L'évaluation des profs

J'ai été souvent en situation de précarité ces dernières années et soumis à plusieurs évaluations dans mon parcours de combattant. 


Que puis-je en tirer comme observation? Bien, personne ne voit l'enseignement de la même manière pour la simple et bonne raison que les personnalités enseignantes varient et la manière de gérer les classes et d'initier la relation avec les élèves en est fortement teintée. Bref, une évaluation est souvent une rencontre entre deux points de vue sur l'enseignement et, évidemment, l'évaluateur a toujours un peu plus raison parce qu'il fait le rapport et est en position d'autorité. Il y a aussi un côté amusant à se faire faire la leçon par un collègue devenu adjoint ou directeur qui n'a jamais enseigné notre matière et en connait peu les rouages particuliers.
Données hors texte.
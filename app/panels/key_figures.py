"""Key Figures: the headline numbers of the current result in the chosen unit system.

A three-column table (figure, value with unit, where/remark), grouped into outlet, pressure,
heat and wall/flow. Values come straight from the Result (SI) through ``app.units``; nothing
is computed here beyond picking and formatting.
"""

from __future__ import annotations

from PySide6.QtCore import Qt
from PySide6.QtGui import QBrush, QFont
from PySide6.QtWidgets import (
    QAbstractItemView,
    QHeaderView,
    QLabel,
    QTableWidget,
    QTableWidgetItem,
    QVBoxLayout,
    QWidget,
)

from app import style
from app.units import format_value


def _range(lo: float, hi: float, quantity: str, system: str, digits: int = 3) -> str:
    a = format_value(lo, quantity, system, digits=digits, with_unit=False)
    b = format_value(hi, quantity, system, digits=digits)
    return f"{a} – {b}"


def key_figure_rows(result, system: str) -> list[tuple[str, str, str, str]]:
    """Rows of (key, label, value text, remark) for ``result`` in ``system``.

    Group headings have key ``""`` and empty value. Keys match ``Result.key_figures()`` where
    one exists, so tests and exports can find a row.
    """
    r = result
    pd = r.pressure_drop
    at = lambda x: "at " + format_value(x, "length", system)  # noqa: E731
    rows: list[tuple[str, str, str, str]] = [
        ("", "Outlet", "", ""),
        ("outlet_temperature_K", "Outlet temperature", format_value(r.outlet_temperature_K, "temperature", system),
         "inlet " + format_value(r.inlet_temperature_K, "temperature", system)),
        ("outlet_pressure_Pa", "Outlet pressure", format_value(r.outlet_pressure_Pa, "pressure", system),
         "inlet " + format_value(r.inlet_pressure_Pa, "pressure", system)),
        ("", "Pressure drop", "", ""),
        ("pressure_drop_Pa", "Pressure drop", format_value(r.pressure_drop_Pa, "pressure_difference", system), "inlet − outlet"),
        ("pressure_drop_friction_Pa", "   friction", format_value(pd.friction_Pa, "pressure_difference", system), ""),
        ("pressure_drop_fittings_Pa", "   fittings", format_value(pd.fittings_Pa, "pressure_difference", system), ""),
        ("pressure_drop_elevation_Pa", "   elevation", format_value(pd.elevation_Pa, "pressure_difference", system),
         "negative = gained going down"),
        ("pressure_drop_acceleration_Pa", "   acceleration", format_value(pd.acceleration_Pa, "pressure_difference", system), ""),
        ("pump_power_W", "Hydraulic power", format_value(r.pump_power_W, "power", system), "flow × pressure drop"),
        ("", "Heat", "", ""),
        ("duty_W", "Duty (heat to fluid)", format_value(r.duty_W, "power", system), "negative = fluid cooled"),
        ("heat_input_W", "Heat input", format_value(r.heat_input_W, "power", system), "tracing + jackets"),
        ("heat_input_tracing_W", "   tracing", format_value(r.heat_input_tracing_W, "power", system), ""),
        ("heat_input_media_W", "   jackets, heated walls", format_value(r.heat_input_media_W, "power", system),
         "negative = they cool"),
        (("heat_loss_W", "Heat loss to ambient", format_value(r.heat_loss_W, "power", system), "air and soil")
         if r.heat_loss_W >= 0 else
         ("heat_loss_W", "Heat gained from ambient", format_value(-r.heat_loss_W, "power", system), "air and soil")),
        ("energy_balance_residual_W", "Energy balance residual", format_value(r.energy_balance_residual_W, "power", system),
         "should be ~0"),
        ("", "Wall and flow", "", ""),
        ("max_inner_wall_temperature_K", "Max inner-wall temperature",
         format_value(r.max_inner_wall_temperature_K, "temperature", system), at(r.max_inner_wall_position_m)),
        ("min_inner_wall_temperature_K", "Min inner-wall temperature",
         format_value(r.min_inner_wall_temperature_K, "temperature", system), at(r.min_inner_wall_position_m)),
        ("max_outer_surface_temperature_K", "Max surface temperature (in air)",
         format_value(r.max_outer_surface_temperature_K, "temperature", system), _at_or_none(r.max_outer_surface_position_m, system)),
        ("min_outer_surface_temperature_K", "Min surface temperature (in air)",
         format_value(r.min_outer_surface_temperature_K, "temperature", system), _at_or_none(r.min_outer_surface_position_m, system)),
        ("velocity_range", "Velocity", _range(*r.velocity_range_m_per_s, "velocity", system), "min – max"),
        ("reynolds_range", "Reynolds number", _range(*r.reynolds_range, "dimensionless", system), "min – max"),
        ("residence_time_s", "Residence time", format_value(r.residence_time_s, "time", system), "inlet to outlet"),
        ("mass_flow_kg_per_s", "Mass flow", format_value(r.mass_flow_kg_per_s, "mass_flow", system), ""),
    ]
    return rows


def _at_or_none(x_m: float, system: str) -> str:
    if x_m is None or x_m != x_m:
        return "no segment in air"
    return "at " + format_value(x_m, "length", system)


class KeyFiguresPanel(QWidget):
    """``KeyFiguresPanel(doc)``: a table of headline results; observes the Document.

    Public: ``table`` (QTableWidget), :meth:`value_text` (key -> displayed value text).
    """

    def __init__(self, doc, parent=None):
        super().__init__(parent)
        self.doc = doc
        self.setObjectName("KeyFigures")
        self.setWindowTitle("Key Figures")
        self._row_of: dict[str, int] = {}
        self._layout: list[tuple[str, str]] = []  # (key, label) of each row the table holds

        self.note = QLabel("")
        self.note.setWordWrap(True)
        self.note.setStyleSheet(f"color: {style.INK_MUTED}; padding: 3px 6px;")

        self.table = QTableWidget(0, 3, self)
        self.table.setHorizontalHeaderLabels(["Figure", "Value", "Where / note"])
        self.table.verticalHeader().hide()
        self.table.setEditTriggers(QAbstractItemView.NoEditTriggers)
        self.table.setSelectionBehavior(QAbstractItemView.SelectRows)
        self.table.setShowGrid(False)
        self.table.setAlternatingRowColors(False)
        self.table.setWordWrap(False)
        h = self.table.horizontalHeader()
        h.setSectionResizeMode(0, QHeaderView.ResizeToContents)
        h.setSectionResizeMode(1, QHeaderView.ResizeToContents)
        h.setSectionResizeMode(2, QHeaderView.Stretch)
        self.table.verticalHeader().setDefaultSectionSize(22)

        lay = QVBoxLayout(self)
        lay.setContentsMargins(0, 0, 0, 0)
        lay.setSpacing(0)
        lay.addWidget(self.note)
        lay.addWidget(self.table, 1)

        # the document holds the result and whether it is stale; this view only redraws
        doc.result_ready.connect(lambda _r: self.refresh())
        doc.solve_failed.connect(lambda _m: self.refresh())
        doc.units_changed.connect(lambda _s: self.refresh())
        doc.project_replaced.connect(self.refresh)
        doc.current_alternative_changed.connect(lambda _i: self.refresh())
        self.refresh()

    def refresh(self) -> None:
        res = self.doc.result
        if res is None:
            self.table.setRowCount(0)
            self._row_of = {}
            self._layout = []
            self.note.setText("Key figures appear once the line is solved.")
            return
        system = self.doc.unit_system
        note = f"{res.name} · {res.fluid_label} · {res.cells} cells"
        if self.doc.result_is_stale:
            note = "Stale: the last edit could not be solved; these figures are from the previous result. " + note
        self.note.setText(note)
        sheet = (f"color: {style.INK if self.doc.result_is_stale else style.INK_MUTED}; padding: 3px 6px;"
                 + ("background: #FCF0D8;" if self.doc.result_is_stale else ""))
        if self.note.styleSheet() != sheet:  # re-polishing costs a few ms: only when it changes
            self.note.setStyleSheet(sheet)
        rows = key_figure_rows(res, system)
        layout = [(key, text) for key, text, _v, _r in rows]
        if layout != self._layout:
            self._build_rows(layout)
        # the rows keep their items: only texts that changed are set (re-creating ~70 items per
        # result cost ~30 ms). Each item change would make the view re-measure its
        # resize-to-contents columns, so the model stays quiet and announces one change at the end.
        model = self.table.model()
        was_blocked = model.blockSignals(True)
        try:
            self._fill(rows)
        finally:
            model.blockSignals(was_blocked)
        if not was_blocked and rows:
            model.dataChanged.emit(model.index(0, 0), model.index(len(rows) - 1, 2), [])

    def _fill(self, rows) -> None:
        for i, (key, text, value, remark) in enumerate(rows):
            if not key:
                continue
            b, c = self.table.item(i, 1), self.table.item(i, 2)
            if b.text() != value:
                b.setText(value)
            if c.text() != remark:
                c.setText(remark)
            # a narrow dock elides: the whole row stays readable in the tooltip
            tip = f"{text.strip()}: {value}" + (f" ({remark})" if remark else "")
            if b.toolTip() != tip:
                for col in range(3):
                    self.table.item(i, col).setToolTip(tip)

    def _build_rows(self, layout: list[tuple[str, str]]) -> None:
        """Create the items of every row once (headings styled); values are filled in later."""
        self.table.setRowCount(len(layout))
        self._row_of = {}
        heading_font = QFont(self.table.font())
        heading_font.setBold(True)
        for i, (key, text) in enumerate(layout):
            a, b, c = QTableWidgetItem(text), QTableWidgetItem(""), QTableWidgetItem("")
            if not key:
                a.setFont(heading_font)
                a.setForeground(QBrush(style.qcolor(style.SELECTION)))
                for it in (a, b, c):
                    it.setBackground(QBrush(style.qcolor(style.CANVAS_BG)))
            else:
                self._row_of[key] = i
                b.setTextAlignment(Qt.AlignRight | Qt.AlignVCenter)
                c.setForeground(QBrush(style.qcolor(style.INK_MUTED)))
            self.table.setItem(i, 0, a)
            self.table.setItem(i, 1, b)
            self.table.setItem(i, 2, c)
        self._layout = layout

    def value_text(self, key: str) -> str:
        """The displayed value of a figure, e.g. ``value_text('outlet_temperature_K') -> '71.3 °C'``."""
        return self.table.item(self._row_of[key], 1).text()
Il y a toujours une phase d'observation en classe. qui s'avère toujours très délicate du point de vue de l'observé. Pourquoi? Bien simplement parce que cette observation est ponctuelle et non pas réalisée sur deux semaines, ce qui offrirait nettement un meilleur point de vue d'ensemble sur la capacité de l'enseignant de gérer au jour le jour sa fonction. Bref, le tout tourne immanquablement en représentation de théâtre où l'observé se prépare davantage à bien paraître. Dans ma vie d'enseignant de français, cette situation embêtante implique que je me force à  faire un magistral, alors que j'y recours le moins possible puisque j'ai constaté que l'élève profite davantage des périodes de travail individuel que de ma prose professorale. J'essaie autant que possible de mettre mes élèves à la tâche le plus souvent possible. Et dans ces situations, du point de vue de l'observateur, il y a peu à voir. Les interventions individualisées, fréquentes en ces occasions, la plupart du temps, sont discrètes et inaudibles pour un observateur. Évidemment, la gestion de classe est plus facile quand les jeunes sont occupés.


Après l'observation, suit un moment incontournable, le retour sur l'observation. Là, j'ai réappris constamment que je n'étais pas conscient de tout ce qui se passait dans ma classe. Ou que l'ignorance de certains comportements dérangeants pour garder le cap sur la leçon pouvait être vu comme une faiblesse. Le collègue  a évidemment vu l'élève à la droite mâcher sa gomme comme un vache, tandis que vous vous ingéniez à passer la subtilité d'une règle de grammaire particulièrement difficile.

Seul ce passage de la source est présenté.